Source information:
[Start of Attachment]

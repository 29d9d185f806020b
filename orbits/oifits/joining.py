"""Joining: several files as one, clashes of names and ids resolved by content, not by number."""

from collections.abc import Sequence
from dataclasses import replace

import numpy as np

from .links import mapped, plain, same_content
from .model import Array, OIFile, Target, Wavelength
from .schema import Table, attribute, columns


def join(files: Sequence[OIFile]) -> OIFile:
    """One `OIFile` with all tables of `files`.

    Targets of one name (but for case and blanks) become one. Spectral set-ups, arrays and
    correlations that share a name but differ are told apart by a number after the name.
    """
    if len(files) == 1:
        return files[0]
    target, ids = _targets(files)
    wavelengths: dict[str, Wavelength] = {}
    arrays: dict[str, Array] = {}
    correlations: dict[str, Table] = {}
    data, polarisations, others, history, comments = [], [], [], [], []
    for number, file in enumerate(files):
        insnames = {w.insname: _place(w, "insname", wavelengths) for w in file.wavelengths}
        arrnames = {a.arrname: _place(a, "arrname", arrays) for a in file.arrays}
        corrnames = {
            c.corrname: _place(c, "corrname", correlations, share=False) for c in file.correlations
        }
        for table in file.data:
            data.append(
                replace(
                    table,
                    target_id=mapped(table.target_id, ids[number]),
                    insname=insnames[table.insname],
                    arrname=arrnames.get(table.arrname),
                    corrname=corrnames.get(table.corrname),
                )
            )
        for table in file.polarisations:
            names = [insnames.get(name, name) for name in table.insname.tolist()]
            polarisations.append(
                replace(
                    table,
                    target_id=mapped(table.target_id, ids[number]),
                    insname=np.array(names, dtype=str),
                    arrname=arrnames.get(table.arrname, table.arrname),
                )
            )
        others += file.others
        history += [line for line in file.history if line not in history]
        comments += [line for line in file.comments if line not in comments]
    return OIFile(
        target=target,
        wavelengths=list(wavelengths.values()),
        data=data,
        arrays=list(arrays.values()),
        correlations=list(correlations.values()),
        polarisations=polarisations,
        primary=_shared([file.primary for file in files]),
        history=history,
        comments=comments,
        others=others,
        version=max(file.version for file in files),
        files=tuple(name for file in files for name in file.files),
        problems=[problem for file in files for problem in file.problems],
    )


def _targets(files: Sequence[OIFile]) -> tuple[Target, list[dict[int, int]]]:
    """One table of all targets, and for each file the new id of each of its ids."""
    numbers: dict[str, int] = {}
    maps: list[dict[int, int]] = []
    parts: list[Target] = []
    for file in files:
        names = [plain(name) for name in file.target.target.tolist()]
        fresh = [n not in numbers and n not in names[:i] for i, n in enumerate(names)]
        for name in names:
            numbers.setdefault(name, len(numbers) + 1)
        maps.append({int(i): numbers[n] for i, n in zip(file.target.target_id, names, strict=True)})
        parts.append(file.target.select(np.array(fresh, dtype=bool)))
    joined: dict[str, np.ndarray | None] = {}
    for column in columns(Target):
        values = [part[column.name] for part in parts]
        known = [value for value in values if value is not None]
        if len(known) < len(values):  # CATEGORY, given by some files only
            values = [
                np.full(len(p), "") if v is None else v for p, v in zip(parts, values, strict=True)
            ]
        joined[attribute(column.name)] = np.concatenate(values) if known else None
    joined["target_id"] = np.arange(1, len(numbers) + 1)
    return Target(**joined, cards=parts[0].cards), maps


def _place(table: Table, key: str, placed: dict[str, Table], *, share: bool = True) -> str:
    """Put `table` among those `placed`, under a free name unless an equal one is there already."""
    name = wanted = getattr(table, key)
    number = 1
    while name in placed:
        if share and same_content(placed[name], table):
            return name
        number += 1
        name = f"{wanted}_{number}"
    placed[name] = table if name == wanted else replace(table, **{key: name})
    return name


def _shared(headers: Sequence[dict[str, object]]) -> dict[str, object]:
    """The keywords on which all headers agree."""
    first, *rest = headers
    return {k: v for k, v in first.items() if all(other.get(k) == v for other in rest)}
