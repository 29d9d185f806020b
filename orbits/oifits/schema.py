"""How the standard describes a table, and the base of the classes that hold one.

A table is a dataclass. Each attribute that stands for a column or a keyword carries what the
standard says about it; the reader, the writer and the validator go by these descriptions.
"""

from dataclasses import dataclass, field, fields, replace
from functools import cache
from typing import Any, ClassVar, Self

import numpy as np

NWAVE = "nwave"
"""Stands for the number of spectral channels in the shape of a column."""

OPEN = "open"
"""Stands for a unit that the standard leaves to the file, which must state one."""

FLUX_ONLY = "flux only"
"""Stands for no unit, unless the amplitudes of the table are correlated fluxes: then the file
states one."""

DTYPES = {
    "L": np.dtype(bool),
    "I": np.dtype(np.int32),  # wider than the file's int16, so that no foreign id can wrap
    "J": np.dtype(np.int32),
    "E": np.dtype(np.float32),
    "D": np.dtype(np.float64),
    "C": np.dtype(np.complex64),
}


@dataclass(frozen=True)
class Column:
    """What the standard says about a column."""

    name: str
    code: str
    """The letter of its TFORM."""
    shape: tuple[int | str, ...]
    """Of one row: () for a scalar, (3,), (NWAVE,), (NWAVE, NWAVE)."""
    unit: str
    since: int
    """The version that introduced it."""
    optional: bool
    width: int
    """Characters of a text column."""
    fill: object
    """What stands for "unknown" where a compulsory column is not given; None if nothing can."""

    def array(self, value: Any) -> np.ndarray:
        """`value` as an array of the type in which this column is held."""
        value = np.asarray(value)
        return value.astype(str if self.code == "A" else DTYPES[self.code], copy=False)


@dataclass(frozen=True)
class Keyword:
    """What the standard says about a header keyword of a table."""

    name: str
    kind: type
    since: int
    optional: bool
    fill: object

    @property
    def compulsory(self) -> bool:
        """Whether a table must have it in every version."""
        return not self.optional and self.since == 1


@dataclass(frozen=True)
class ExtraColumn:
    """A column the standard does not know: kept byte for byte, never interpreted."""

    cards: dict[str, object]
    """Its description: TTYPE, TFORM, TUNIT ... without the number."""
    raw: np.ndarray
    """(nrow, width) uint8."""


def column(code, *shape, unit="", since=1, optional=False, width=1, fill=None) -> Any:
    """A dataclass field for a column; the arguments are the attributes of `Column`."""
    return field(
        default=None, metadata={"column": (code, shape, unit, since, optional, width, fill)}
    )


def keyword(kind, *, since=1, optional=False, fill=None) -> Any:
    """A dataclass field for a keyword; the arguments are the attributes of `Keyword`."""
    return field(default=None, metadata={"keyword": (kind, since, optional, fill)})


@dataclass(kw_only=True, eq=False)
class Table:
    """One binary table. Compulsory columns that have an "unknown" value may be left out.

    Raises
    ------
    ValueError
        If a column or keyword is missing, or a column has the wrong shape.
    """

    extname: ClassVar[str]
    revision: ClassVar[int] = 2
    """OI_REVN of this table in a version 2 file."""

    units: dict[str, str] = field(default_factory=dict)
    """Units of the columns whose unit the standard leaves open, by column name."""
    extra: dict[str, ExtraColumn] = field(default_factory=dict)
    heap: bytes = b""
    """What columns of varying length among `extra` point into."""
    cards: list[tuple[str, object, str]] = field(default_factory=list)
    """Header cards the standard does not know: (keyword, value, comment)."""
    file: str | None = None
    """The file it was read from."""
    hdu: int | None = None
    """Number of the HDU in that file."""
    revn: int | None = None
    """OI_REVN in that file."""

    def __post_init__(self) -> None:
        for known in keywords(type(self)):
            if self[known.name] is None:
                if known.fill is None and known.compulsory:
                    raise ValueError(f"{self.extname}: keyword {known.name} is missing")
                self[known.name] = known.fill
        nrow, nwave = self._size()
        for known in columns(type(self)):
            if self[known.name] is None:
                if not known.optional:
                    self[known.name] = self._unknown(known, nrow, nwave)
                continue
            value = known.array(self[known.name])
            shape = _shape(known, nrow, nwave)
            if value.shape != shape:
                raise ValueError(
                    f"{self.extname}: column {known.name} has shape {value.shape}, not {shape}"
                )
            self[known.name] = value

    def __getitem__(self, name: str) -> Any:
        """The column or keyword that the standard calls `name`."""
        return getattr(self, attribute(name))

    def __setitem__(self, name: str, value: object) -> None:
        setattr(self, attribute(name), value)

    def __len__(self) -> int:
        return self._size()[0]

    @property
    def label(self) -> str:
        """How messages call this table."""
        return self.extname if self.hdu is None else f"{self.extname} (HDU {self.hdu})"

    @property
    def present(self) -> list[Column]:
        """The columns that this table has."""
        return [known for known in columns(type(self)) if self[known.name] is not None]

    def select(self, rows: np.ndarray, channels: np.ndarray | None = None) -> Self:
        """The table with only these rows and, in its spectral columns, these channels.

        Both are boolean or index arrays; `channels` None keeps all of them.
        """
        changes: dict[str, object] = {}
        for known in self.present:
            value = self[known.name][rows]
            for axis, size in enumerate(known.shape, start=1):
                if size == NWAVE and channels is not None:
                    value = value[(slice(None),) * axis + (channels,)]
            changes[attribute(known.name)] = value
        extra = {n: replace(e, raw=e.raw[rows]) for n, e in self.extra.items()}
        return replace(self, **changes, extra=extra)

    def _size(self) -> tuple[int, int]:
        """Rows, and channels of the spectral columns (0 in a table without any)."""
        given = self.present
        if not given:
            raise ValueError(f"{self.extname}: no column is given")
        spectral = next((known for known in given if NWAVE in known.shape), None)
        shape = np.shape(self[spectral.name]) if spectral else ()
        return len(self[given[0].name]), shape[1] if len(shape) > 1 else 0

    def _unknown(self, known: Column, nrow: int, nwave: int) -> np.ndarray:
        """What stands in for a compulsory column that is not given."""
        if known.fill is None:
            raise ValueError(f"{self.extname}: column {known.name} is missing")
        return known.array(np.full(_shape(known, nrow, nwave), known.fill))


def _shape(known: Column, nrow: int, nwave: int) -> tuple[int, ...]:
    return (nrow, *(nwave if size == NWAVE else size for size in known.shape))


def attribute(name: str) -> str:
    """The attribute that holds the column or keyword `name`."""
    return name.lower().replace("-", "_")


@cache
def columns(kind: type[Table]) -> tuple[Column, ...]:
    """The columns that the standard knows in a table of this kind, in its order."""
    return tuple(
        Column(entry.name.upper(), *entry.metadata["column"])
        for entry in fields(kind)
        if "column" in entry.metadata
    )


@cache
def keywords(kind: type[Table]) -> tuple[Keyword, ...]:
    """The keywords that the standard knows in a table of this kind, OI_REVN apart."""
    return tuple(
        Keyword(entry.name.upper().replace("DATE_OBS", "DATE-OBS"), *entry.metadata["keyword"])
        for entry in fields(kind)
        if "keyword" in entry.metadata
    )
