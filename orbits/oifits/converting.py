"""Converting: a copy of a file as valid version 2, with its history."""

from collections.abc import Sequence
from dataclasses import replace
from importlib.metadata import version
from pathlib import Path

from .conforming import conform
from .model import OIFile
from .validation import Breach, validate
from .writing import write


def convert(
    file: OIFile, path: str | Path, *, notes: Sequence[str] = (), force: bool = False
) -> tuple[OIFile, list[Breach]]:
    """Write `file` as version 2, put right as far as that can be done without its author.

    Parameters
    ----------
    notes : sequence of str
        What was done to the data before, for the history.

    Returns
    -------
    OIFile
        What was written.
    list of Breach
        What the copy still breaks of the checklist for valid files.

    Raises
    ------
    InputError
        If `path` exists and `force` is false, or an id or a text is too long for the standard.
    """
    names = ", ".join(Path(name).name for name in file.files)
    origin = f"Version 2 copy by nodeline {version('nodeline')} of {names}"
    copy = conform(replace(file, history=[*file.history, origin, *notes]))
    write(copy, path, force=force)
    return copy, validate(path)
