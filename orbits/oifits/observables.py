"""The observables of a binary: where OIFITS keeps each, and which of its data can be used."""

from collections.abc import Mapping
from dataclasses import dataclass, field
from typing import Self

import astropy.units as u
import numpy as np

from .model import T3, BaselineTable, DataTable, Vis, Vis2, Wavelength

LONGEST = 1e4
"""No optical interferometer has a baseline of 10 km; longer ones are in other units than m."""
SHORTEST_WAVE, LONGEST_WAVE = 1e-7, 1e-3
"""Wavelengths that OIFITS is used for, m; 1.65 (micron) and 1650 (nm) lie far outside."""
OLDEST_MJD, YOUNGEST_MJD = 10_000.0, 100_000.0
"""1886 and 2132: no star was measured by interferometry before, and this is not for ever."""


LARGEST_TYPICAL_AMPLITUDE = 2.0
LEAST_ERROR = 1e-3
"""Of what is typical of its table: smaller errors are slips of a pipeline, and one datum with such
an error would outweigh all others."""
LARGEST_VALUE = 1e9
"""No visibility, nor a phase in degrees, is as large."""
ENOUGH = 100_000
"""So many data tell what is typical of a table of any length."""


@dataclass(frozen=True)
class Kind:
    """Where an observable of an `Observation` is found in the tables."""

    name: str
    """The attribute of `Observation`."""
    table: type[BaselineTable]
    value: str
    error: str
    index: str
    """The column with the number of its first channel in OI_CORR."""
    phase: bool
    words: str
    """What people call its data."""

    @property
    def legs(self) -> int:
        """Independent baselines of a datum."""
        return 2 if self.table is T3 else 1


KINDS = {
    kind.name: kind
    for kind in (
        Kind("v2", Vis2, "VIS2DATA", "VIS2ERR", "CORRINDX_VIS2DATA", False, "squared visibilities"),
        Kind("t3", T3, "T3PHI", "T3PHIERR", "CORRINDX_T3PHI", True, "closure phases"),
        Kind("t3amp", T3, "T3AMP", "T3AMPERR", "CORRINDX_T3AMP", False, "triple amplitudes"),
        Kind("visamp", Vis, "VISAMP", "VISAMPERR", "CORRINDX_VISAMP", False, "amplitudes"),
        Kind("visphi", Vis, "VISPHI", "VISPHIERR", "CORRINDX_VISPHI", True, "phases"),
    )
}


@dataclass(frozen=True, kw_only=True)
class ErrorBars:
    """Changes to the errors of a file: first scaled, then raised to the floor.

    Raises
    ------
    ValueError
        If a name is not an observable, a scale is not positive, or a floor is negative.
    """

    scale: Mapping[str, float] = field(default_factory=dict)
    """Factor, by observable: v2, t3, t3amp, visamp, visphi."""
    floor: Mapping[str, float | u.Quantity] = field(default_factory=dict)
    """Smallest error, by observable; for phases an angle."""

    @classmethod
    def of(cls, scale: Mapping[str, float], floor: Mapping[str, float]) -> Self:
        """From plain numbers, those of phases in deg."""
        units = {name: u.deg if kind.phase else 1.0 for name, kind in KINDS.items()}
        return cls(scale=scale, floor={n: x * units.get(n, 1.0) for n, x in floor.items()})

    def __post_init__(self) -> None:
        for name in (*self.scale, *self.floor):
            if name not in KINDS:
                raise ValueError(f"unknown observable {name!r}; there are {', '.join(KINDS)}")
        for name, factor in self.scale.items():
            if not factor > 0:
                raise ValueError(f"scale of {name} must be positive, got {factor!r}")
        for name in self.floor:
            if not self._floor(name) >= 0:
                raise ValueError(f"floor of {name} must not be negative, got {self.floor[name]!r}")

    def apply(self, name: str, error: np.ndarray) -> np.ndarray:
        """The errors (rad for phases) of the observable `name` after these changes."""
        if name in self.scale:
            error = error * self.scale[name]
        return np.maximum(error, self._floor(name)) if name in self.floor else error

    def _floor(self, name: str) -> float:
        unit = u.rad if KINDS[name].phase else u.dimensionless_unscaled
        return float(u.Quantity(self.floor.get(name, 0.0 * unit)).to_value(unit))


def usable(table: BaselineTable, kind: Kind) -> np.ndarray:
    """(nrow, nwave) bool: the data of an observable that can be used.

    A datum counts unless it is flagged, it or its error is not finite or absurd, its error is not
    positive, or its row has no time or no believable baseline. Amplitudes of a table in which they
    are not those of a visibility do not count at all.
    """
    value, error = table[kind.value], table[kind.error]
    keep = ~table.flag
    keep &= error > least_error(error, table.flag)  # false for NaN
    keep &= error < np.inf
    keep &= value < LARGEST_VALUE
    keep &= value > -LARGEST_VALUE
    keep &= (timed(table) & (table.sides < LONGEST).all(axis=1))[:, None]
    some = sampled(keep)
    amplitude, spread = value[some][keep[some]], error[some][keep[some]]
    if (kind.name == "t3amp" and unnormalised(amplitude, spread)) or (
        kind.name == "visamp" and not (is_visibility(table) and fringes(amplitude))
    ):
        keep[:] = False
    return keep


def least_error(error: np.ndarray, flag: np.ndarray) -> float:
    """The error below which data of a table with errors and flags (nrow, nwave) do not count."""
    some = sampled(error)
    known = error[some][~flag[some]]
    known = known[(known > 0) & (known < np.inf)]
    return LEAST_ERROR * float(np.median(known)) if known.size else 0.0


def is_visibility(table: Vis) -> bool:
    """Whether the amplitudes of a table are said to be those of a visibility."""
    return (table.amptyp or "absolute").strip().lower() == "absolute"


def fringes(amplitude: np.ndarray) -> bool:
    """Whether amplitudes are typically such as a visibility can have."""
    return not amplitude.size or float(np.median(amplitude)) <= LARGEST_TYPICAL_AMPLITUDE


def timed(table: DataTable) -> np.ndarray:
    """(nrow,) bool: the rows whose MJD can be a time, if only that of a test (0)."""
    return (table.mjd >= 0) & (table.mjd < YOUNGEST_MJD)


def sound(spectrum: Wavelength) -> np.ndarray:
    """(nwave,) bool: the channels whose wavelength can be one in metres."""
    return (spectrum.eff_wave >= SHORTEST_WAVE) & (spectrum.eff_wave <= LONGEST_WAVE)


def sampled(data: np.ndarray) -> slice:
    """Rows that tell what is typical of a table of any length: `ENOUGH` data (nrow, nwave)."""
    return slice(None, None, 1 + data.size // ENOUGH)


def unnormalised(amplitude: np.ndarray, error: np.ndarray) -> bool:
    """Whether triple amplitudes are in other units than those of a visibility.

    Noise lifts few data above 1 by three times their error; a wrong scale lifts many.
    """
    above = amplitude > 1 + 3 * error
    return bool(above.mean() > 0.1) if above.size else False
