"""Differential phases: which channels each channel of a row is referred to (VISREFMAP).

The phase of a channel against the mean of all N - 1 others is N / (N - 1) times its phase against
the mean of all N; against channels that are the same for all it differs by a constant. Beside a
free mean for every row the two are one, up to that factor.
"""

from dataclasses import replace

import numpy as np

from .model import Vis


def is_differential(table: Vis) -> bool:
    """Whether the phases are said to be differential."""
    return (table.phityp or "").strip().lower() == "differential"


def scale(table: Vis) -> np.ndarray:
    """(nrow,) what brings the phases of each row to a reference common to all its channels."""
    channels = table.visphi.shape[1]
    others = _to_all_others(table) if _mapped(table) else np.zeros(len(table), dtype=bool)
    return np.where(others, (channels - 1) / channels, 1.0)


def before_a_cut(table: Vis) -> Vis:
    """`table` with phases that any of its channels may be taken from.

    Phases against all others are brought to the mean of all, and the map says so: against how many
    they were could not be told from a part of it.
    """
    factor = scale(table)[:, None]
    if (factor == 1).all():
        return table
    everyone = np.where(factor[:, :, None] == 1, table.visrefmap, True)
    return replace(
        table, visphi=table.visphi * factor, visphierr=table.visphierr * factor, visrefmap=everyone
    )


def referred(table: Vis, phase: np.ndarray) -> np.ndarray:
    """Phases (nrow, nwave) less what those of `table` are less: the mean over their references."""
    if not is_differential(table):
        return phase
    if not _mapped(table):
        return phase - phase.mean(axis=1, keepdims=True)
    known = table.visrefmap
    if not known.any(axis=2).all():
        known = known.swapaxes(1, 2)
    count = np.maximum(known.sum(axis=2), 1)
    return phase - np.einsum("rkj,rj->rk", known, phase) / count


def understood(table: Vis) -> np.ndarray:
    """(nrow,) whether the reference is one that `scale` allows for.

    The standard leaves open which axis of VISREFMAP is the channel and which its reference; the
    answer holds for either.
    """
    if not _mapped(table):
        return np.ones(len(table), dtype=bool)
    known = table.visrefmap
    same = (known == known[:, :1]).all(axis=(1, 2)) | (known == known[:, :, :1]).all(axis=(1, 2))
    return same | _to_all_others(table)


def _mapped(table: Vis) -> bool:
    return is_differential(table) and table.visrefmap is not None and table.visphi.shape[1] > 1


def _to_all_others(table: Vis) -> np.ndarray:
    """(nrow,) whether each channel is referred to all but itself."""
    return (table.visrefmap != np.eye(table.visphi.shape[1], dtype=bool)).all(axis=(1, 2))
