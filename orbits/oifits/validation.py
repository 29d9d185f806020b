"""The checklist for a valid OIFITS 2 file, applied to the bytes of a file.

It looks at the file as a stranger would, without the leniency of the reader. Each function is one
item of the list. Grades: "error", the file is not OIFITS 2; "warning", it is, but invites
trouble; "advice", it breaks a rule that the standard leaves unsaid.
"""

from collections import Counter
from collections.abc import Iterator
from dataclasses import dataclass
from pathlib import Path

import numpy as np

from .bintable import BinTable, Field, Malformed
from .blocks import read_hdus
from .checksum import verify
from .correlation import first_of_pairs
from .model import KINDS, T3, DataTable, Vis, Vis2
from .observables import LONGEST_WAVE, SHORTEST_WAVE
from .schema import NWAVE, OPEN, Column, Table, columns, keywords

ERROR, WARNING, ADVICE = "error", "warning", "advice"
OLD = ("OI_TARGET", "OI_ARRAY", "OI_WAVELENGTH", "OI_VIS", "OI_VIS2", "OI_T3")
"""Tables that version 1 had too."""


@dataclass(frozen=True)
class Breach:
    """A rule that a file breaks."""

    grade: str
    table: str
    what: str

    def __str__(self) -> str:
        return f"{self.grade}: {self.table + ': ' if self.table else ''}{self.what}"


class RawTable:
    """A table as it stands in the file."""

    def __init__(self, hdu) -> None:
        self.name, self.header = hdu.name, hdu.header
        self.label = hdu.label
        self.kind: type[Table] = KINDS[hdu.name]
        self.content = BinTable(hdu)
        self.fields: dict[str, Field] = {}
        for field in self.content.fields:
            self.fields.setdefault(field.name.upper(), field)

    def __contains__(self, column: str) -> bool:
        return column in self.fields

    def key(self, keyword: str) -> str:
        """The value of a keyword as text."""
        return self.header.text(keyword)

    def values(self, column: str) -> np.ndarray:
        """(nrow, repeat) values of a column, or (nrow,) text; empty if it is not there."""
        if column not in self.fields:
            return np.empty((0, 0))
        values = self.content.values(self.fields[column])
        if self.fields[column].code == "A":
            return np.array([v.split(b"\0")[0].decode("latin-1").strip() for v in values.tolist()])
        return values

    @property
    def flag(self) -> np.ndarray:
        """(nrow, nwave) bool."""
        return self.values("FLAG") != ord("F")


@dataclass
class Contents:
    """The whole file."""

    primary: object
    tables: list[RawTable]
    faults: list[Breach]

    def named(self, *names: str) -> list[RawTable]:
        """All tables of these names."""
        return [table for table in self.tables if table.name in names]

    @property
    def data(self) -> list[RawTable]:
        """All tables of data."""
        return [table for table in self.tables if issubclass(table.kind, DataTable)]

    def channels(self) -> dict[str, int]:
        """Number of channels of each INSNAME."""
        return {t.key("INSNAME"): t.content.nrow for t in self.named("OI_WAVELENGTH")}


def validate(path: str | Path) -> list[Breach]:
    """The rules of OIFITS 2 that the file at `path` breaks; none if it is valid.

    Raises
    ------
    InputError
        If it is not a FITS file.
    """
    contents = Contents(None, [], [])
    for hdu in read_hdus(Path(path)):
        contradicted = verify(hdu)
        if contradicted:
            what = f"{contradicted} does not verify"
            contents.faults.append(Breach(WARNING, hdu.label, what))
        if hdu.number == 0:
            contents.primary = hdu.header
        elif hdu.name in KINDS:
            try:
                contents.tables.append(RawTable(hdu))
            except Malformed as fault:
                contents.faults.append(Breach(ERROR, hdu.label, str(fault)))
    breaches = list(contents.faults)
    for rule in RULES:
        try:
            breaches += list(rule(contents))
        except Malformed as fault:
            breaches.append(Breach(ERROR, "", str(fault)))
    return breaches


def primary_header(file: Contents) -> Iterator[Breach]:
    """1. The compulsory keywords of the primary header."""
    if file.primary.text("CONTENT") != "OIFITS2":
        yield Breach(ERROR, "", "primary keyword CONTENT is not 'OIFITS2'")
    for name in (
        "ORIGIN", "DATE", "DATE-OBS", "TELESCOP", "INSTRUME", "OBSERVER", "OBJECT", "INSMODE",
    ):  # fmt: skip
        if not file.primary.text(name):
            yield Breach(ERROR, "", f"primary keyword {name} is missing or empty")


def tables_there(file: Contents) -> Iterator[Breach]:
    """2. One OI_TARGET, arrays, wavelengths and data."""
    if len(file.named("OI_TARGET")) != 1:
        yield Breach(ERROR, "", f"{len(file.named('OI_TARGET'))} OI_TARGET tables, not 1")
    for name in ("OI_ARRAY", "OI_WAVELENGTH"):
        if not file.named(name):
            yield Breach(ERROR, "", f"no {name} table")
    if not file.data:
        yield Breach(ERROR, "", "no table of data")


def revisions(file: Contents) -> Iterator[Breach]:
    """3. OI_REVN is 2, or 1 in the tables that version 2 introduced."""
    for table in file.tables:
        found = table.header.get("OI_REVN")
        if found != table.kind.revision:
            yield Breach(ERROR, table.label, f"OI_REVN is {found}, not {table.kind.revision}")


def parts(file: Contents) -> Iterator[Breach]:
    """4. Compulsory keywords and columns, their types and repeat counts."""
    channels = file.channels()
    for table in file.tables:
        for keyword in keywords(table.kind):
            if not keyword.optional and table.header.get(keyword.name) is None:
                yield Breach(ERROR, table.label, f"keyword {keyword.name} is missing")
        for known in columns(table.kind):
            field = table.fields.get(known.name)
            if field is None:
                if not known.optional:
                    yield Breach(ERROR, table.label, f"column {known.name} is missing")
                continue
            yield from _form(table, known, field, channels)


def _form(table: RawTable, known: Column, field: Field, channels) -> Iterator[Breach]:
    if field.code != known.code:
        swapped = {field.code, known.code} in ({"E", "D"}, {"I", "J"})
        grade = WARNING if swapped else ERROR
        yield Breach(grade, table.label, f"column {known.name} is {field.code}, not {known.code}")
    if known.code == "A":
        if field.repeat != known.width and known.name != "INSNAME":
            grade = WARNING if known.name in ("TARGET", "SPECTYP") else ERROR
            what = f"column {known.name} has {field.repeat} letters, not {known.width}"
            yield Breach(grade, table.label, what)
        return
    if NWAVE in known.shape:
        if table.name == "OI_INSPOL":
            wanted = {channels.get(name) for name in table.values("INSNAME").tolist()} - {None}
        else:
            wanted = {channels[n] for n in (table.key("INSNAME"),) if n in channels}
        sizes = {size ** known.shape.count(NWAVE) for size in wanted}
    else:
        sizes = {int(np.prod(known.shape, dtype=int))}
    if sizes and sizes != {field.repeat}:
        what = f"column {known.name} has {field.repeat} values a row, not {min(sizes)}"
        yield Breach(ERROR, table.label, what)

[End of Attachment]

Work item: Scan the data above for the word "ENOUGH". Copy every line in which it is found.

Result of this exercise:
ENOUGH = 100_000
    """Rows that tell what is typical of a table of any length: `ENOUGH` data (nrow, nwave)."""
    return slice(None, None, 1 + data.size // ENOUGH)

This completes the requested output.